Magistrado ResponsávelV
Data da Resolução15 de Novembro de 2016
EmissorTribunal da Relação de Coimbra

Acordam no Tribunal da Relação de Coimbra: *** I – Relatório P (…) com os sinais dos autos, intentou ([1]) ação declarativa condenatória, com forma ordinária, contra “Companhia de Seguros (…), S. A.

”, também com os sinais dos autos, pedindo a condenação da R. a pagar-lhe a quantia de € 74.731,60 –incluindo € 25.000,00 pelo dano por repercussão na vida laboral, € 12.500,00 pelo dano biológico, € 6.500,00 pelo dano estético, € 2.000,00 pelo quantum doloris e € 28.000,00 por danos não patrimoniais (para além de diversos montantes de despesas suportadas) –, acrescida de juros, à taxa legal, desde a citação, bem como outras importâncias a liquidar em execução de sentença, relativas aos danos decorrentes dos previsíveis agravamentos futuros das sequelas de que é portador em consequência do acidente dos autos.

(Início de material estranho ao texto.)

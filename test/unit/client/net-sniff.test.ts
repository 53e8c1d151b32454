// Which .net files the extension claims: SPICE-style netlists by their first cards, never another tool's netlist format.
// Every sample is written for this test; the other formats are generic shapes (s-expressions, XML, bracketed part lists,
// section-marked pin lists), not files of any particular program.

import { describe, expect, it } from 'vitest';
import { isUnclaimedNetFile, readsAsSpiceNetlist } from '../../../client/src/net-sniff';
import { readFileSync } from 'node:fs';
import { join } from 'node:path';

/** The one helper: each text must read (or not) as a SPICE-style netlist. */
function check(expected: boolean, ...texts: string[]): void {
  for (const t of texts) expect(readsAsSpiceNetlist(t), JSON.stringify(t.slice(0, 60))).toBe(expected);
}

describe('reading a .net file as a SPICE netlist by its first cards', () => {
  it('claims a title line followed by element and dot cards, with comments, blank lines and continuations between', () => {
    check(
      true,
      'Bias cell for the sensor\nVCC vcc 0 DC 5\nR1 vcc b 4.3k\nQ1 b b 0 qn\n.model qn npn (IS=1e-16)\n.end\n',
      '* exported bias cell\n\n* another comment\n.include "models.lib"\nX1 in out vdd 0 amp\n.end\n',
      'Title\r\nM1 d g s b nch W=2u\r\n+ L=1u\r\nV1 d 0 1.8\r\n',
      '\uFEFFLadder\n; a comment\nR1 a b 1k\nR2 b 0 1k\n',
      // A netlist of only a title and one card.
      'One resistor\nR1 a 0 1k\n',
    );
  });

  it('leaves alone files whose first line opens another format', () => {
    check(
      false,
      '(board-netlist (format 2)\n  (parts (part (ref R1) (value 10k))))\n',
      '<?xml version="1.0"?>\n<netlist>\n  <net name="GND"/>\n</netlist>\n',
      '{ "nets": [ { "name": "GND", "pins": ["R1.2"] } ] }\n',
      '[\nR1\nRES-0805\n10k\n]\n(\nGND\nR1-2\n)\n',
      '%netlist export\nR1 a b 1k\n',
    );
  });

  it('leaves alone pin lists and part lists whose lines are not cards with enough fields for their letter', () => {
    check(
      false,
      // A section-marked part list: "R1 RES0805" has one field where a resistor card has three.
      'BOARD NETLIST\n*PARTS*\nR1 RES0805\nC1 CAP0603\n*NETS*\nGND R1.2 C1.2\n',
      // Net name then pins: "GND R1.2 C1.2" would be a G card, which needs five fields.
      'pin list\nGND R1.2 C1.2\nVCC R1.1 U1.8\n',
      // Words, not cards.
      'Readme\nThis file lists the connections.\n',
      // A continuation before any card.
      'Title\n+ R1 a b 1k\n',
    );
  });

  it('leaves alone an empty file and a title alone (nothing to read it by)', () => {
    check(false, '', 'Only a title\n', 'Title\n\n* just comments\n');
  });

  it('reads only the first lines', () => {
    // Sixty blank lines push the first card out of reach: nothing decides, so the file is left alone.
    check(false, `Title\n${'\n'.repeat(60)}R1 a b 1k\n`);
  });
});

describe('which files are read to decide', () => {
  it('reads only .net files that opened as plain text, so another extension that claims .net keeps them', () => {
    expect(isUnclaimedNetFile({ languageId: 'plaintext', uri: { path: '/w/board.NET' } })).toBe(true);
    expect(isUnclaimedNetFile({ languageId: 'pcb-netlist', uri: { path: '/w/board.net' } })).toBe(false);
    expect(isUnclaimedNetFile({ languageId: 'plaintext', uri: { path: '/w/notes.txt' } })).toBe(false);
  });

  it('does not claim .net by extension in package.json, and activates on plain text to read such files', () => {
    const pkg = JSON.parse(readFileSync(join(__dirname, '../../../package.json'), 'utf8'));
    const netlist = pkg.contributes.languages.find((l: { id: string }) => l.id === 'netlist');
    expect(netlist.extensions).not.toContain('.net');
    expect(netlist.extensions).toEqual(expect.arrayContaining(['.cir', '.sp']));
    expect(pkg.activationEvents).toContain('onLanguage:plaintext');
  });
});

Alegou, para tanto, em síntese, que, em consequência de acidente de viação de que foi responsável o condutor de veículo seguro na R. (trator agrícola), o A. (que conduzia um motociclo e era estudante, com 17 anos de idade, ao tempo do acidente) sofreu diversos danos, que identifica e valoriza (os quantificados no petitório), danos esses que importa reparar integralmente, cabendo a responsabilidade para o efeito àquela R., por força de contrato de seguro de responsabilidade civil automóvel em vigor ao tempo do sinistro.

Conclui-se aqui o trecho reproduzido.